### Work order
Repeat every record below exactly as it appears.

* * * * *

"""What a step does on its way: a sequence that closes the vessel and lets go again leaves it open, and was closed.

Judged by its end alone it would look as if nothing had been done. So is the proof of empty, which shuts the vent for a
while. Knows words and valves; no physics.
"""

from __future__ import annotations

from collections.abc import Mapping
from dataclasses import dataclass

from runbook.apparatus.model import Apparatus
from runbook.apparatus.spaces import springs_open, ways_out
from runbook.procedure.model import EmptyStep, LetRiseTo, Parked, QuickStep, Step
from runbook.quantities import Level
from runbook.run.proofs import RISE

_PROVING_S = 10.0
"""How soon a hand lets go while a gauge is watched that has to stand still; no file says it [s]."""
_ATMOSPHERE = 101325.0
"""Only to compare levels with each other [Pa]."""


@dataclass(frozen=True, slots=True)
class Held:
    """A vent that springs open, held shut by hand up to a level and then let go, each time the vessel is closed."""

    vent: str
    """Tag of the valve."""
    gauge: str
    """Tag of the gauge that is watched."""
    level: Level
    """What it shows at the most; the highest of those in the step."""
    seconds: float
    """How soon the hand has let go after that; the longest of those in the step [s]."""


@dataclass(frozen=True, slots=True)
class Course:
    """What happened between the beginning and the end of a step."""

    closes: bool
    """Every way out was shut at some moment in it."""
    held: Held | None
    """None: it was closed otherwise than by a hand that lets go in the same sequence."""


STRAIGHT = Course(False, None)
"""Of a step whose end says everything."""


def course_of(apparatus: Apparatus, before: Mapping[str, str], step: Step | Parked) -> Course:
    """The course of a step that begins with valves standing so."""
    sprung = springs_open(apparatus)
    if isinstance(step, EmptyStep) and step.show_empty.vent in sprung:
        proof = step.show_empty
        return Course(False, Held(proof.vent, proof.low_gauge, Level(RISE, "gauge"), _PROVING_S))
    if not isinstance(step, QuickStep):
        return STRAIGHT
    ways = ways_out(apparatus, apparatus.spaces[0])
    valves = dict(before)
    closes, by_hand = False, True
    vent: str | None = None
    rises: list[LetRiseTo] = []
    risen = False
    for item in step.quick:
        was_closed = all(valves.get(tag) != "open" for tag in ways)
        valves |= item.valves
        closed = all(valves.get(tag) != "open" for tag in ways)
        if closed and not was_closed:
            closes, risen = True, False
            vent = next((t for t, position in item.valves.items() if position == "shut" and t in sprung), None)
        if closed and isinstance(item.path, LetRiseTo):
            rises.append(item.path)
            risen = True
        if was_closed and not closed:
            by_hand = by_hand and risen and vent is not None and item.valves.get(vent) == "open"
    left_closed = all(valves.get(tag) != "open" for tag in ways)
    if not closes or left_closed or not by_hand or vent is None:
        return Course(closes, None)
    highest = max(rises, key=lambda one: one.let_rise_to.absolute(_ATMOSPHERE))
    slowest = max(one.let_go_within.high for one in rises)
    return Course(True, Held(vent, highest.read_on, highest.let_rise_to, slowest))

* * * * *

### Solution for this exercise
"""What a step does on its way: a sequence that closes the vessel and lets go again leaves it open, and was closed.

Judged by its end alone it would look as if nothing had been done. So is the proof of empty, which shuts the vent for a
while. Knows words and valves; no physics.
"""

from __future__ import annotations

from collections.abc import Mapping
from dataclasses import dataclass

from runbook.apparatus.model import Apparatus
from runbook.apparatus.spaces import springs_open, ways_out
from runbook.procedure.model import EmptyStep, LetRiseTo, Parked, QuickStep, Step
from runbook.quantities import Level
from runbook.run.proofs import RISE

_PROVING_S = 10.0
"""How soon a hand lets go while a gauge is watched that has to stand still; no file says it [s]."""
_ATMOSPHERE = 101325.0
"""Only to compare levels with each other [Pa]."""


@dataclass(frozen=True, slots=True)
class Held:
    """A vent that springs open, held shut by hand up to a level and then let go, each time the vessel is closed."""

    vent: str
    """Tag of the valve."""
    gauge: str
    """Tag of the gauge that is watched."""
    level: Level
    """What it shows at the most; the highest of those in the step."""
    seconds: float
    """How soon the hand has let go after that; the longest of those in the step [s]."""


@dataclass(frozen=True, slots=True)
class Course:
    """What happened between the beginning and the end of a step."""

    closes: bool
    """Every way out was shut at some moment in it."""
    held: Held | None
    """None: it was closed otherwise than by a hand that lets go in the same sequence."""


STRAIGHT = Course(False, None)
"""Of a step whose end says everything."""


def course_of(apparatus: Apparatus, before: Mapping[str, str], step: Step | Parked) -> Course:
    """The course of a step that begins with valves standing so."""
    sprung = springs_open(apparatus)
    if isinstance(step, EmptyStep) and step.show_empty.vent in sprung:
        proof = step.show_empty
        return Course(False, Held(proof.vent, proof.low_gauge, Level(RISE, "gauge"), _PROVING_S))
    if not isinstance(step, QuickStep):
        return STRAIGHT
    ways = ways_out(apparatus, apparatus.spaces[0])
    valves = dict(before)
    closes, by_hand = False, True
    vent: str | None = None
    rises: list[LetRiseTo] = []
    risen = False
    for item in step.quick:
        was_closed = all(valves.get(tag) != "open" for tag in ways)
        valves |= item.valves
        closed = all(valves.get(tag) != "open" for tag in ways)
        if closed and not was_closed:
            closes, risen = True, False
            vent = next((t for t, position in item.valves.items() if position == "shut" and t in sprung), None)
        if closed and isinstance(item.path, LetRiseTo):
            rises.append(item.path)
            risen = True
        if was_closed and not closed:
            by_hand = by_hand and risen and vent is not None and item.valves.get(vent) == "open"
    left_closed = all(valves.get(tag) != "open" for tag in ways)
    if not closes or left_closed or not by_hand or vent is None:
        return Course(closes, None)
    highest = max(rises, key=lambda one: one.let_rise_to.absolute(_ATMOSPHERE))
    slowest = max(one.let_go_within.high for one in rises)
    return Course(True, Held(vent, highest.read_on, highest.let_rise_to, slowest))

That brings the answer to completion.